Most of the researches investigating the involvement of teenagers and young people in sports' activities analyzed psychological factors, such as motivation and will, corporal scheme, social-cultural and demographic variables: age, gender, social-economic status, level of parents' education, type of school, stereotypes and, values. Due to the fact that sport is an important field within the main life competences, we believe that investigating the predicting factors of sports and movement should be an important objective for sports psychologists.

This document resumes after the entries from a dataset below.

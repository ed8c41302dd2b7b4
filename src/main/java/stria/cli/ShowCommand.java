package stria.cli;

import java.io.IOException;
import java.io.OutputStream;
import java.nio.charset.StandardCharsets;
import java.util.ArrayList;
import java.util.List;
import java.util.concurrent.Callable;
import java.util.function.Consumer;
import picocli.CommandLine;
import picocli.CommandLine.Command;
import picocli.CommandLine.Option;
import picocli.CommandLine.Parameters;
import stria.StriaException;
import stria.io.ContigBytes;
import stria.io.Region;
import stria.out.AtomicOutputs;
import stria.out.LocusSink;
import stria.out.LocusView;
import stria.pipeline.Genome;
import stria.pipeline.GenomeScan;
import stria.pipeline.Progress;
import stria.pipeline.ScanOptions;
import stria.pipeline.ScanPlan;
import stria.pipeline.ScanSettings;
import stria.pipeline.Selection;
import stria.score.Locus;

/**
 * {@code stria show}: scans one region and draws each locus that starts in it ({@link LocusView}), as text on
 * standard output or as an HTML page.
 */
@Command(name = "show",
        description = {
            "Scans a region and draws each locus that starts in it: the consensus on top, the copies below it "
                + "one per line, mismatches, insertions and deletions marked; long units are wrapped.",
            ""},
        footer = {"",
            "Results are research-grade: a drawing of a call, not a diagnosis; defer to validated assays, "
                + "licensed practice and local rules.",
            "",
            "Exit status: 0 success, 1 bad input or I/O error, 2 usage error."})
public final class ShowCommand implements Callable<Integer> {
    @CommandLine.Spec
    CommandLine.Model.CommandSpec spec;

    @Parameters(paramLabel = "FASTA", arity = "1..*", description = "Genome files, as for scan.")
    List<String> inputs = new ArrayList<>();

    @Option(names = "--region", paramLabel = "REGION", required = true, description = "The region, e.g. "
            + "ctg2:1,001-2,000 (1-based, inclusive).")
    String region;

    @Option(names = "--exact", description = "Draw exact runs instead of imperfect loci.")
    boolean exact;

    @Option(names = "--min-period", paramLabel = "N", description = "Smallest period (as for scan).")
    Integer minPeriod;

    @Option(names = "--max-period", paramLabel = "N", description = "Largest period (as for scan).")
    Integer maxPeriod;

    @Option(names = "--min-length", paramLabel = "N", description = "Shortest locus (as for scan).")
    Integer minLength;

    @Option(names = "--width", paramLabel = "N", description = "Columns of the drawing (default: "
            + "${DEFAULT-VALUE}; at least " + LocusView.MIN_WIDTH + ").")
    int width = 100;

    @Option(names = "--html", paramLabel = "FILE", description = "Write the drawing as a self-contained HTML page "
            + "instead (- for standard output).")
    String html;

    @Option(names = {"-t", "--threads"}, paramLabel = "N", description = "Worker threads (default: all cores).")
    int threads = Runtime.getRuntime().availableProcessors();

    @CommandLine.Mixin(name = CommonOptions.NAME)
    CommonOptions common;

    @Override
    public Integer call() {
        if (width < LocusView.MIN_WIDTH) {
            throw new CommandLine.ParameterException(spec.commandLine(), "--width must be at least "
                    + LocusView.MIN_WIDTH + " (got " + width + ")");
        }
        ScanSettings settings;
        try {
            settings = new ScanOptions(exact ? ScanSettings.Mode.EXACT : ScanSettings.Mode.IMPERFECT)
                    .minPeriod(minPeriod).maxPeriod(maxPeriod).minLength(minLength).threads(threads).settings();
        } catch (IllegalArgumentException e) {
            throw new CommandLine.ParameterException(spec.commandLine(), e.getMessage());
        }
        Consumer<String> warn = m -> System.err.println("stria: warning: " + m);
        List<LocusView> views = new ArrayList<>();
        try (Genome genome = Genome.open(inputs, warn); AtomicOutputs outputs = new AtomicOutputs()) {
            if (html != null) {
                AtomicOutputs.refuseInputs(List.of(html), inputs);
            }
            Region r;
            try {
                r = Region.parse(region, genome.contigs());
            } catch (IllegalArgumentException e) {
                throw new CommandLine.ParameterException(spec.commandLine(), "--region " + region + ": "
                        + e.getMessage());
            }
            ScanPlan plan = ScanPlan.of(genome, Selection.regions(List.of(r)));
            try (Progress p = new Progress(plan.bases(), false, System.err)) {
                new GenomeScan(settings, p).run(plan, new Drawer(views));
            }
            StringBuilder sb = new StringBuilder();
            if (html == null) {
                for (LocusView v : views) {
                    for (String l : v.text(width)) {
                        sb.append(l).append('\n');
                    }
                    sb.append('\n');
                }
                if (views.isEmpty()) {
                    System.err.println("stria show: no locus starts in " + region);
                }
                write(outputs, "-", sb);
            } else {
                sb.append("<!DOCTYPE html>\n<html lang=\"en\"><head><meta charset=\"utf-8\"><title>stria show ")
                        .append(esc(region)).append("</title><style>").append(LocusView.CSS)
                        .append(" body{font:15px/1.5 system-ui,'DejaVu Sans',Arial,sans-serif;margin:24px}")
                        .append("</style></head><body>\n");
                sb.append("<p>Loci starting in <code>").append(esc(region)).append("</code>: ").append(views.size())
                        .append(". Upper case: as the consensus; lower case: mismatch, or insertion under '.'; "
                                + "-: deletion.</p>\n");
                for (LocusView v : views) {
                    sb.append(v.html(width)).append('\n');
                }
                sb.append("<footer><p>Research use only: a drawing of a call, not a diagnosis; defer to validated "
                        + "assays, licensed practice and local rules.</p></footer></body></html>\n");
                write(outputs, html, sb);
            }
            outputs.commit();
        }
        return 0;
    }

    private static void write(AtomicOutputs outputs, String path, StringBuilder sb) {
        OutputStream out = outputs.open(path);
        try {
            out.write(sb.toString().getBytes(StandardCharsets.UTF_8));
            out.flush();
        } catch (IOException e) {
            throw StriaException.io("cannot write " + path, e);
        }
    }

    private static String esc(String s) {
        return s.replace("&", "&amp;").replace("<", "&lt;").replace(">", "&gt;");
    }

    /** Copies out each locus's bases while the scan holds them and draws it. */
    private static final class Drawer implements LocusSink {
        private final List<LocusView> views;
        private ContigBytes seq;

        Drawer(List<LocusView> views) {
            this.views = views;
        }

        @Override
        public void begin(Region stretch, ContigBytes seq) {
            this.seq = seq;
        }

        @Override
        public void locus(String contig, Locus l) {
            byte[] text = new byte[l.length()];
            seq.copy(l.start(), l.end(), text, 0);
            views.add(LocusView.of(contig, l, text));
        }
    }
}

Developmental psychology has showed that every stage of our life has its specific tasks and characteristics; adolescence, the transition stage between childhood and adulthood, confronts the individual with five psycho-social types of issues: identity, autonomy, intimacy, sexuality and competency (Erikson and Erikson, 1997). The difficulties encounter in achieving the different tasks specific to this stage, as well as the individual particularities may sometimes lead to risk behaviors (substances abuse, violence, delinquency).
Recent studies by Danish et al. (2000) underline the importance of teaching healthy behaviors such as sports in preventing risky behaviors, like the ones mentioned before. Sports can be an important resource that can help teenagers to learn abilities necessary to an effective functioning within the family, school and community: responsible behaviors, internalizing rules, courage, effectiveness, perseverance or tolerance to frustration. Thus, studies regarding bullying and its prevention show that a certain degree of aggressiveness within sports may have positive effects upon controlling bullying at school (Miller et al., 2006; Cashmore, 2008).

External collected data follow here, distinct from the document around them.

package stria.report;

import static org.assertj.core.api.Assertions.assertThat;
import static org.assertj.core.api.Assertions.within;

import java.io.IOException;
import java.io.InputStream;
import java.nio.charset.StandardCharsets;
import java.util.ArrayList;
import java.util.Comparator;
import java.util.HashSet;
import java.util.List;
import java.util.Random;
import java.util.Set;

import net.jqwik.api.Example;
import net.jqwik.api.ForAll;
import net.jqwik.api.Property;
import net.jqwik.api.constraints.DoubleRange;
import net.jqwik.api.constraints.IntRange;
import net.jqwik.api.constraints.Scale;

import stria.io.ContigInfo;
import stria.testutil.ResultFixtures;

Numerous studies have, also, underlined the positive connections between sports participation and high levels of well-being and self-esteem, well-developed teamwork and leadership skills, lower dropout rates, strong academic motivation and discipline (Chu, 1989; Marsh, 1993; Whitley, 1998; Eccles and Barber, 1999; Simons et al., 1999; Videon, 2002).
The social contexts influencing teenagers' development, the family, peer groups, school and leisure groups, mark directly or indirectly, their lifestyle, through the beliefs that they inspire.

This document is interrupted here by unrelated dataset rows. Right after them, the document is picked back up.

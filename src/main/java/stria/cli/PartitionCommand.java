package stria.cli;

import java.io.IOException;
import java.io.OutputStream;
import java.nio.charset.StandardCharsets;
import java.util.ArrayList;
import java.util.List;
import java.util.concurrent.Callable;
import picocli.CommandLine.Command;
import picocli.CommandLine.Mixin;
import picocli.CommandLine.Model.CommandSpec;
import picocli.CommandLine.Option;
import picocli.CommandLine.ParameterException;
import picocli.CommandLine.Parameters;
import picocli.CommandLine.Spec;
import stria.StriaException;
import stria.io.ContigInfo;
import stria.io.GenomeReader;
import stria.io.Region;
import stria.out.AtomicOutputs;
import stria.pipeline.Geometry;
import stria.shard.Partition;
import stria.shard.Shard;

/**
 * {@code stria partition}: shows how {@code scan --shard K/N} would split the input, so that N can be chosen
 * before a job array is submitted. The partition depends only on the names and lengths of the contigs.
 */
@Command(name = "partition",
        description = {"Show the pieces of the genome each shard of a split scan (scan --shard K/N) covers.",
                "One line per shard: shard, number of shards, bases, pieces as contig:start-end (1-based, "
                        + "inclusive; '-' for a shard with nothing to scan)."})
public final class PartitionCommand implements Callable<Integer> {
    @Spec
    CommandSpec spec;

    @Option(names = "--shards", paramLabel = "N", required = true, description = "number of shards")
    int shards;

    @Option(names = "--grain", paramLabel = "BASES", defaultValue = "" + Geometry.SHARD_GRAIN,
            description = "cut contigs only at multiples of BASES (default: ${DEFAULT-VALUE})")
    int grain;

    @Parameters(arity = "1..*", paramLabel = "FASTA", description = "genome files, in the order given to scan")
    List<String> inputs = new ArrayList<>();

    @Mixin(name = CommonOptions.NAME)
    CommonOptions common;

    @Override
    public Integer call() {
        if (shards < 1) {
            throw new ParameterException(spec.commandLine(), "--shards must be at least 1, not " + shards);
        }
        if (grain < 1) {
            throw new ParameterException(spec.commandLine(), "--grain must be at least 1, not " + grain);
        }
        List<ContigInfo> genome = new ArrayList<>();
        for (String in : inputs) {
            try (GenomeReader r = GenomeReader.open(in, w -> System.err.println("stria: warning: " + w))) {
                genome.addAll(r.contigs());
            }
        }
        try (AtomicOutputs outs = new AtomicOutputs(inputs)) {
            print(Partition.of(genome, shards, grain), outs.open("-"));
            outs.commit();
        }
        return 0;
    }

    static void print(List<Shard> shards, OutputStream out) {
        StringBuilder sb = new StringBuilder("#shard\tof\tbases\tpieces\n");
        for (Shard s : shards) {
            sb.append(s.id().k()).append('\t').append(s.id().n()).append('\t').append(s.bases()).append('\t');
            if (s.pieces().isEmpty()) {
                sb.append('-');
            }
            for (int i = 0; i < s.pieces().size(); i++) {
                Region p = s.pieces().get(i);
                sb.append(i == 0 ? "" : " ").append(p.toText());
            }
            sb.append('\n');
        }
        try {
            out.write(sb.toString().getBytes(StandardCharsets.UTF_8));
            out.flush();
        } catch (IOException e) {
            throw StriaException.io("cannot write " + AtomicOutputs.displayName("-"), e);
        }
    }
}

In the last decades, there has been a special preoccupation for developing the field of sport psychology and, also, for increasing the public awareness on the importance of physical education, as a discipline, in the school curriculum. In Great Britain, for example, new educational policies related to lifelong learning and the progress of learning communities, have increased the importance of physical education in the academic curriculum. Thus, adopting the new "physical education and sports " terminology extends the learning space of this domain of competence outside the school (Penney, 2007).
During the past years, researches on sport psychology have focused their attention on the relationship between gender and sport and the need to motivate young people for sportive activities. Wellard (2007) states that, even though there are various evidences regarding the benefits of movement and sports, many young people, especially girls, do not allow more time for these essential and entertaining activities. One of the possible explanations is related to the belief that men are more inclined towards sports then women.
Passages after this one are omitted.